Stored data entries
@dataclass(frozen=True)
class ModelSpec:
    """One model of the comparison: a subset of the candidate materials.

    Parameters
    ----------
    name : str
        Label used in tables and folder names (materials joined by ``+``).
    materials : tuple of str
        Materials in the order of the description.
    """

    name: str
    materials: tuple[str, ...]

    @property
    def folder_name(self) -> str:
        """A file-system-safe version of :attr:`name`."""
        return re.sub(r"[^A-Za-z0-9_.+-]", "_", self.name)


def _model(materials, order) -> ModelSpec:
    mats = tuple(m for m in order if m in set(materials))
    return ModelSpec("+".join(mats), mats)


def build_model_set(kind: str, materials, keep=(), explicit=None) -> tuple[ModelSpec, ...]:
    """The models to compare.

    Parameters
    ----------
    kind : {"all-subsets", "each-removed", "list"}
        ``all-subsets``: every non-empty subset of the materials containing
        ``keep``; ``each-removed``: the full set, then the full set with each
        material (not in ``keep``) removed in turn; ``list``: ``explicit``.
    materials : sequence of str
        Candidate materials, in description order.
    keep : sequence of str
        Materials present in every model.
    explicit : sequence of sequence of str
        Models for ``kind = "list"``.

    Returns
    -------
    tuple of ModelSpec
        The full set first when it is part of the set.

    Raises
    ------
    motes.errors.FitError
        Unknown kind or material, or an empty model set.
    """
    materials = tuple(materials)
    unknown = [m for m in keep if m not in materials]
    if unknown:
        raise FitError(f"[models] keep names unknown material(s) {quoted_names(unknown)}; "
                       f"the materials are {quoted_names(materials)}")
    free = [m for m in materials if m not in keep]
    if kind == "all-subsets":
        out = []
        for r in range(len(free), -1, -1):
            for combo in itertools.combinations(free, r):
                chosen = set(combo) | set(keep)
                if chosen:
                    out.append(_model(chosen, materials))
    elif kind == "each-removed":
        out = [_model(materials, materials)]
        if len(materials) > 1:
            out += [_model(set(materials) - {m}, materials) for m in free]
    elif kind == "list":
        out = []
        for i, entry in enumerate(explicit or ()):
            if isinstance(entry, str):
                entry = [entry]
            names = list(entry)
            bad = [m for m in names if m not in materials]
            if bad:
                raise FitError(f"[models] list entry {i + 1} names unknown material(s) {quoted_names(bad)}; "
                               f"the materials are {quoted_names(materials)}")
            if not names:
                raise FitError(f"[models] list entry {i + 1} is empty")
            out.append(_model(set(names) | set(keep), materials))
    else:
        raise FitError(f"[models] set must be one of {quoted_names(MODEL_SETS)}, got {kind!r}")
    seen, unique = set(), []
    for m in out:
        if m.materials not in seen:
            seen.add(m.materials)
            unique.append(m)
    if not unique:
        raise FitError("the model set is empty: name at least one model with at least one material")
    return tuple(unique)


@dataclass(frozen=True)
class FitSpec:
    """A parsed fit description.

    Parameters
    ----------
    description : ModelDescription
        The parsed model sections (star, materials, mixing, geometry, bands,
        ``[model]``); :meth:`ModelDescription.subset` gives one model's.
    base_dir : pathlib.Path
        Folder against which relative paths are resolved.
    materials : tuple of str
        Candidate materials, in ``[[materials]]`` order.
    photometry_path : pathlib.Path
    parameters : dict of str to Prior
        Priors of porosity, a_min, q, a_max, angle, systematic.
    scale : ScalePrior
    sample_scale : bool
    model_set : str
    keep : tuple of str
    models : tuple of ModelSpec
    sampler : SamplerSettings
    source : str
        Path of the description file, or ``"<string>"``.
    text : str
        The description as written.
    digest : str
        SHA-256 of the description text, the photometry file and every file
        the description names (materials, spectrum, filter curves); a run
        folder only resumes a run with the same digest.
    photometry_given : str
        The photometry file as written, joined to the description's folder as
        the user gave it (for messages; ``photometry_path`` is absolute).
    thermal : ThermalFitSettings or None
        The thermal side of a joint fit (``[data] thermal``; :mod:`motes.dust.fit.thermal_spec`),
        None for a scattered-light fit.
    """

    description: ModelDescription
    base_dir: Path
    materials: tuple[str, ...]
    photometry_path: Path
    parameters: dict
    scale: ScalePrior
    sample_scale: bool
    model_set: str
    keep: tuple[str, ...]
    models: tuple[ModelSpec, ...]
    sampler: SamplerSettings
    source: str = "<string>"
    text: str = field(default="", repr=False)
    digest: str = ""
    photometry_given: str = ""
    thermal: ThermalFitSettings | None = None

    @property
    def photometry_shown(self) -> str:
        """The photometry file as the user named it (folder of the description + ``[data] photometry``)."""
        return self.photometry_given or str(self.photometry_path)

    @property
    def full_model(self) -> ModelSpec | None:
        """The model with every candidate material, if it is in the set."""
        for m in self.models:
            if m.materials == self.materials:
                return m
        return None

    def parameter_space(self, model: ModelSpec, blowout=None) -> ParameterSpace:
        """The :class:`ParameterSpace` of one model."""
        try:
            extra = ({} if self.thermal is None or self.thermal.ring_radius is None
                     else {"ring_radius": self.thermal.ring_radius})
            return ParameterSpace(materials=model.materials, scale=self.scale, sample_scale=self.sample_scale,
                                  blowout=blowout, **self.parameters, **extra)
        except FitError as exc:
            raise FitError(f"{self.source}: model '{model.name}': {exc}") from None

*ASSIGNMENT*. All of the lines above that carry the string "each" need to be found and copied.

*TASK ANSWER*.
    kind : {"all-subsets", "each-removed", "list"}
        ``keep``; ``each-removed``: the full set, then the full set with each
    elif kind == "each-removed":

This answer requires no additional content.